O nome do produto ou a indicação veterinária não bastam. A análise do regime monofásico começa pela classificação fiscal e termina na conferência da receita declarada em cada mês.
O que significa tributação monofásica?
No regime monofásico, a legislação concentra a cobrança de PIS/Cofins em uma etapa anterior da cadeia, normalmente na indústria ou na importação, e disciplina a tributação das vendas posteriores. A Lei 10.147/2000 relaciona produtos farmacêuticos por posições e códigos da NCM.
A Receita Federal, na Solução de Consulta COSIT 594/2017, reconheceu que a destinação humana ou veterinária não muda, por si, o enquadramento: o ponto decisivo é o produto estar entre os códigos legais e o vendedor não ser industrial ou importador, observadas as regras do regime.
E se a clínica estiver no Simples Nacional?
É preciso distinguir duas afirmações. A alíquota zero do art. 2º da Lei 10.147/2000 não é aplicada ao optante pelo Simples como se ele estivesse fora desse regime. Ao mesmo tempo, o art. 18, § 4º-A, da LC 123/2006 determina que o contribuinte segregue as receitas de operações sujeitas à tributação monofásica.
Na prática, o PGDAS-D deve receber a informação correta da natureza da receita para que os percentuais correspondentes a PIS/Cofins sejam tratados conforme as regras do Simples.

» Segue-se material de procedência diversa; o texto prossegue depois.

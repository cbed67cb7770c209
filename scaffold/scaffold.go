// Package scaffold holds the starter memos that "worth new" writes: a
// small built-in set in scenarios of our own, each of which builds as is
// and shows the memo language's main forms.
package scaffold

import (
	"embed"
	"fmt"
	"strings"
)

//go:embed starters/*.md
var starters embed.FS

// Kind is one starter memo.
type Kind struct {
	Name    string
	Summary string
}

// Kinds lists the starters, the default first.
var Kinds = []Kind{
	{"study-period", "alternatives with different lives compared over a fixed span of years (a lease, a site to be sold)"},
	{"forever", "a service provided forever by alternatives with different lives (capitalized cost, perpetual horizon)"},
	{"revenue", "projects that earn money, where doing nothing is an option (rates of return, benefit-cost, payback)"},
}

// Names returns the starters' names.
func Names() []string {
	out := make([]string, len(Kinds))
	for i, k := range Kinds {
		out[i] = k.Name
	}
	return out
}

// Memo returns the starter memo of a kind with its title and date filled
// in. The title is written as a YAML string, so any text is safe in it.
func Memo(kind, title, date string) ([]byte, error) {
	b, err := starters.ReadFile("starters/" + kind + ".md")
	if err != nil {
		return nil, fmt.Errorf("no starter memo of kind %q", kind)
	}
	s := string(b)
	s = strings.Replace(s, "title: TITLE", "title: "+yamlString(title), 1)
	s = strings.Replace(s, "date: DATE", "date: "+date, 1)
	return []byte(s), nil
}

// yamlString quotes s for a YAML value when it needs it.
func yamlString(s string) string {
	if s != "" && !strings.ContainsAny(s, ":#'\"{}[],&*!|>%@`\\") && strings.TrimSpace(s) == s {
		return s
	}
	return `"` + strings.NewReplacer(`\`, `\\`, `"`, `\"`).Replace(s) + `"`
}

O restante do DAS continua sujeito à legislação aplicável.
Como a auditoria deve ser feita?
- Extrair o cadastro de produtos vendidos pela clínica.
- Conferir descrição, NCM, GTIN quando existente, fornecedor e nota de entrada.
- Separar indústria/importação de mera revenda.
- Mapear os códigos efetivamente contemplados pela legislação em cada período.
- Somar a receita mensal de cada grupo.
- Confrontar a soma com a NF-e/NFC-e e os relatórios do sistema.
- Reabrir os PGDAS-D do período e verificar como a receita foi informada.
- Somente depois calcular eventual diferença e definir retificação, restituição ou compensação cabível.
Exemplo meramente ilustrativo
Uma clínica faturou R$ 140 mil em determinado mês: R$ 105 mil em serviços, R$ 20 mil em medicamentos e R$ 15 mil em rações e acessórios. Não é correto presumir que os R$ 35 mil de comércio sejam monofásicos. A revisão deve identificar, entre os R$ 20 mil de medicamentos, quais produtos e valores atendem à classificação fiscal aplicável. Serviços e demais mercadorias permanecem em seus tratamentos próprios.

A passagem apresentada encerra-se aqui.